# REVERSE SNEEZING



## MalteseJane (Nov 21, 2004)

It seems that I have difficulties attaching a picture of the article, so I will just type it in :



*Dog owners are often frightened when their dog suddenly begins wheezing and snorting, appearing to be unable to breathe. It is a frightening sight if you have never seen it before. Fortunately it may not be quite as serious as it looks.*

*This "snorting" is called reverse sneezing. Medically speaking, it consists of short periods (one to two minutes) of severe inspiratory dyspnea characterized by extension of the neck, bulging of the eyes and abduction of the elbows. Inspiratory dyspnea simply means a type of "air hunger". Swallowing causes the attacks to stop. It can happen every few days, once a week... once a month. *

*The sound of a reverse sneeze can be mimicked by a person pressing the base of the tongue upward and then trying to inale through the nose. (I tried that, and it is very hard to do!) It is the incomplete closure of the nasopharynx (above the soft palate) that results in the snorting sounds. This closure is normal during swallowing and is inhibited at the end of the swallowing process, shich explains why swallowing helps stop an attack of reverse sneezing.*

*Sometimes irritation of the nasal passages from dust or allergens can cause this. Our Maltese are so close to the ground it is easy for them to breathe in dust particles.*

*When you see your dog "snorting" like this, what you need to do is make the dog swallow by massaging the pharyngeal area (the upper throat area) or by briefly closing the nares. (Nares are the two little openings in the nose.) Relief should come almost immediately.
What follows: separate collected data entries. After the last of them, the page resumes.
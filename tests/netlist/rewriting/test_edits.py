"""Edits: decided as data, spliced once."""

from __future__ import annotations

from pathlib import Path
from typing import TYPE_CHECKING

import numpy as np
import pytest
from hypothesis import given, settings
from hypothesis import strategies as st

from evenstage.netlist.rewriting.edits import Edit, EditColumns, apply_edits
from evenstage.source import SourceText, Span

if TYPE_CHECKING:
    from random import Random

quick = settings(max_examples=60, deadline=None)


def source_of(data: bytes) -> SourceText:
    return SourceText(Path("a.sp"), data, "a.sp")


@st.composite
def sources_and_edits(draw: st.DrawFn) -> tuple[SourceText, list[Edit]]:
    """Draw any bytes and non-overlapping edits of them, one per start, in text order."""
    source = source_of(draw(st.binary(max_size=60)))
    places = draw(st.lists(st.integers(0, len(source.data)), max_size=8, unique=True).map(sorted))
    pairs = zip(places[::2], places[1::2], strict=False)
    return source, [
        Edit(Span(source, start, end), draw(st.binary(max_size=5))) for start, end in pairs
    ]


def in_columns(source: SourceText, edits: list[Edit]) -> EditColumns:
    starts, ends = ([getattr(e.span, edge) for e in edits] for edge in ("start", "end"))
    texts = [edit.text for edit in edits]
    return EditColumns(source, np.array(starts, np.int64), np.array(ends, np.int64), texts)


class TestApplyEdits:
    @quick
    @given(st.binary())
    def test_no_edit_is_identity_on_any_bytes(self, data: bytes) -> None:
        assert apply_edits(source_of(data), []) == data

    @quick
    @given(sources_and_edits(), st.randoms())
    def test_bytes_outside_the_spans_stay_and_order_is_irrelevant(
        self, drawn: tuple[SourceText, list[Edit]], random: Random
    ) -> None:
        source, edits = drawn
        expected, at = b"", 0
        for edit in edits:
            expected += source.data[at : edit.span.start] + edit.text
            at = edit.span.end
        expected += source.data[at:]
        random.shuffle(edits)
        assert apply_edits(source, edits) == expected
        many = edits[: random.randrange(len(edits) + 1)]
        assert apply_edits(source, [*edits[len(many) :], in_columns(source, many)]) == expected

    def test_insertions_at_one_place_keep_their_order_and_stand_before_a_replacement(self) -> None:
        source = source_of(b"abc")
        edits = [
            Edit(Span(source, 1, 2), b"B"),
            Edit(Span(source, 1, 1), b"1"),
            Edit(Span(source, 1, 1), b"2"),
            Edit(Span(source, 2, 2), b"3"),
        ]
        assert apply_edits(source, edits) == b"a12B3c"

    @pytest.mark.parametrize("second", [(1, 3), (2, 2), (0, 4), (2, 5)])
    def test_an_overlap_is_our_fault(self, second: tuple[int, int]) -> None:
        source = source_of(b"abcdef")
        with pytest.raises(ValueError, match="overlaps"):
            apply_edits(source, [Edit(Span(source, 1, 3), b""), Edit(Span(source, *second), b"")])

    def test_an_edit_of_another_file_is_our_fault(self) -> None:
        other = SourceText(Path("b.sp"), b"abc", "b.sp")
        with pytest.raises(ValueError, match="another file"):
            apply_edits(source_of(b"abc"), [Edit(Span(other, 0, 1), b"")])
We have found that the latter method works best for our dogs, and is the easiest and quickest method. We just place our fingertips over the little nose openings and the snorting stops almost immediately.*

*It is important that the dog owner be sure that what the dog is doing is actually reverse sneezing. There are other types of sneezing and coughing that can be more serious. You must differentiate between the sneezing on inspiration-- as the dog breathes in like with reverse sneezing or-- regular sneezing shich occurs as the dog breathes out. Some of the types of cough to watch out for are congestive heart failure (usually nocturnal coughing); tracheal collapse (caused by exercise or excitement); problems with major airways (harsh prolonged cough); or pulmonary lung disease (soft, infrequent coughing). A productive cough (fluid or mucous) suggest infections, kennel cough etc. Rarely reverse sneezing can be caused from a malformation in the nasal passage-- but that causes very frequent and severe sneezing.*

*More likely what you will be seeing in your Maltese IS the reverse sneezing-- it is quite common in this breed and other small breeds. But to be safe, watch the dog very carefully and see if closing off the nostrils makes it stop. If so, it is probably reverse sneezing. If you have any doubts, it is better ask your vet.*

*If you are worried about what will happen if your dog does this while you are not around, don't worry, he will be okay. They look as if they are really struggling, but they can and do recover without us. Yes, it does look sad to see them, but if what your Maltese is indeed doing is reverse sneezing, he WILL be all right if you are not at home!*

*[/color]* 

*Sources : Ettinger, Stephen, D.V.M. and Edward Feldman, D.V.M. Textbook of Veterinary Internal Medicine Philadelphia: W.B. Saunder Company, 1995*



Joe maybe you could pin this. It's only the 3rd time this is posted.


----------



## paris (Apr 8, 2005)

Thanks for reprinting this article. I actually hope this is what Paris is doing but I have my doubts. She does do the reverse sneezing from time to time and it usually is over in a matter of seconds. This morning it lasted a good give minutes (if not longer). I did remember the part about massaging the throat but that did nothing. Next time I will close off her nose and see if that helps. 

Thanks, again.


----------



## dogloverx3 (Apr 14, 2006)

Owning a shih tzu , I am MOST familiar wih the reverse sneeze , I no longer panic when my little smooshy face does it . I pinch his nostrils shut and he stops .Sarah


----------



## THE GiZ&THE CHAR (Dec 14, 2006)

Whee. Yeah. I'm use to this too. When I didn't know about it back then, I brought it up to the vet and he told me "It's called Reverse sneezing." To my boys, it happens more often when they drink their water too quickly... Charlie is known for drinking water too quicky (and soaking his face) ALL THE TIME! And I just massage his throat as described above and though sometimes it takes longer than other times to stop, it does eventually. I haven't tried the nose thing! I'm going to try it out next time. 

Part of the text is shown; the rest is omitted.